Lines in the records below that contain the word "weekly" must each be copied.

## SUPPLIED DATA:
*** Block opens ***

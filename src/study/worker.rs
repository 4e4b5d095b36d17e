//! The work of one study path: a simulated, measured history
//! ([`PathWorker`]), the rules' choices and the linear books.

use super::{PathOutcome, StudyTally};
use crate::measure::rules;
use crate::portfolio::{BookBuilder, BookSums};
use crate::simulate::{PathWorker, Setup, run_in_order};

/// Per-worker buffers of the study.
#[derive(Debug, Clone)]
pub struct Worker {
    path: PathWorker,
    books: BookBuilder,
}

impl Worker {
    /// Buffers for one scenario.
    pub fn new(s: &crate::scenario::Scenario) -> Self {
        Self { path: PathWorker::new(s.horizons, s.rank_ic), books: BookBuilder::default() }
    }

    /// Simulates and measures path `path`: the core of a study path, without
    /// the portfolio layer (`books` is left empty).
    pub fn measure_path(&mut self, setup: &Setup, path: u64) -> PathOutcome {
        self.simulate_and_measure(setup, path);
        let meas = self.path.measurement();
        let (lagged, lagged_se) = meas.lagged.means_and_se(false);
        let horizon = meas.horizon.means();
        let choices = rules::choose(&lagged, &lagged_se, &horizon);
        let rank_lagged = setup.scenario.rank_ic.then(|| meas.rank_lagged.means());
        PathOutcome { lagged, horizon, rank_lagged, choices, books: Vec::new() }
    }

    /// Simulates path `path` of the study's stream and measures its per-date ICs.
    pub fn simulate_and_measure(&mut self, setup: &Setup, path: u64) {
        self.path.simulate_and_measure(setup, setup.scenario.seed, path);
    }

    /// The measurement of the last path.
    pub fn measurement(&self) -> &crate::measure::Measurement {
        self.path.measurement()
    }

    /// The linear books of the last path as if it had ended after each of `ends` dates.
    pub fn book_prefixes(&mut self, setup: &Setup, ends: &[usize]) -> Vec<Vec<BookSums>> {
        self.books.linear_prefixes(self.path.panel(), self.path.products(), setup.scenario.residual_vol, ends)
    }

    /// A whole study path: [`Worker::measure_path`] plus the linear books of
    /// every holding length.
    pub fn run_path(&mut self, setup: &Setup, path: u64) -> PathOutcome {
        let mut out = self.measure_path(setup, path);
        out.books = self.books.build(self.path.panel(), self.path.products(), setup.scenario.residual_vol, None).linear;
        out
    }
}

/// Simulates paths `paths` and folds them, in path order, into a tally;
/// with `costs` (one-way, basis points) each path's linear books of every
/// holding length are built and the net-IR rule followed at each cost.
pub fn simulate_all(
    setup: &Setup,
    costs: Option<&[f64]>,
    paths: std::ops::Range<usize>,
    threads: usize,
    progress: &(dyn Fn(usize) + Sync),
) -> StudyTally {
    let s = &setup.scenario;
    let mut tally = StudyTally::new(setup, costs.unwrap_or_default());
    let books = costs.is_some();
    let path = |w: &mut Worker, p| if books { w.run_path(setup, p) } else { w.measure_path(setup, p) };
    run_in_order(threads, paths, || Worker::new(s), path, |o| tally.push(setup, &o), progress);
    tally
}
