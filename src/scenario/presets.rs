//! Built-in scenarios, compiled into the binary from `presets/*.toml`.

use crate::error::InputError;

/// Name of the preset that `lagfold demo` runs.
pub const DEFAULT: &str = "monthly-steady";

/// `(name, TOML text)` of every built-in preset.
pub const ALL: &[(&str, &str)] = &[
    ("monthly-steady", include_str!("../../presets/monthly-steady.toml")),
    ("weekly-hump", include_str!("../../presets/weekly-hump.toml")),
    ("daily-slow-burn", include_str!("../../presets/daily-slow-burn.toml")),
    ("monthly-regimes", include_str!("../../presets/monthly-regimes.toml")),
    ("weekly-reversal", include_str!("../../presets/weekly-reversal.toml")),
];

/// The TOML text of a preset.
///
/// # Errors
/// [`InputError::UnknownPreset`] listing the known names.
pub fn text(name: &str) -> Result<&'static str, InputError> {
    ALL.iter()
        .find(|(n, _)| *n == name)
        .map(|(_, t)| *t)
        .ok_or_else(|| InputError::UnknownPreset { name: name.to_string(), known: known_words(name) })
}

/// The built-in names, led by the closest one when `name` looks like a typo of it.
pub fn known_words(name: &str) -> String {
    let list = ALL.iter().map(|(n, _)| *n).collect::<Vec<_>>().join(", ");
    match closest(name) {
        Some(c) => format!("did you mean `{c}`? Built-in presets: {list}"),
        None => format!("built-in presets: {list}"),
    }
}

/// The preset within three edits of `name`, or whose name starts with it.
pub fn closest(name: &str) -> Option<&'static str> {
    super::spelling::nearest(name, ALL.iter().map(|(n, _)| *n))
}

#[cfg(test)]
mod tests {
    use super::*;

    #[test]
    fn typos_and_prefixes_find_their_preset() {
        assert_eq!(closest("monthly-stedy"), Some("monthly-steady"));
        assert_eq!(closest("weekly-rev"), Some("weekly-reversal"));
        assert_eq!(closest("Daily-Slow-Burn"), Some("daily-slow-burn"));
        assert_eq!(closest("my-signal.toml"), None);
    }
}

*** Block closes ***

## PROBLEM SOLUTION:
    ("weekly-hump", include_str!("../../presets/weekly-hump.toml")),
    ("weekly-reversal", include_str!("../../presets/weekly-reversal.toml")),
        assert_eq!(closest("weekly-rev"), Some("weekly-reversal"));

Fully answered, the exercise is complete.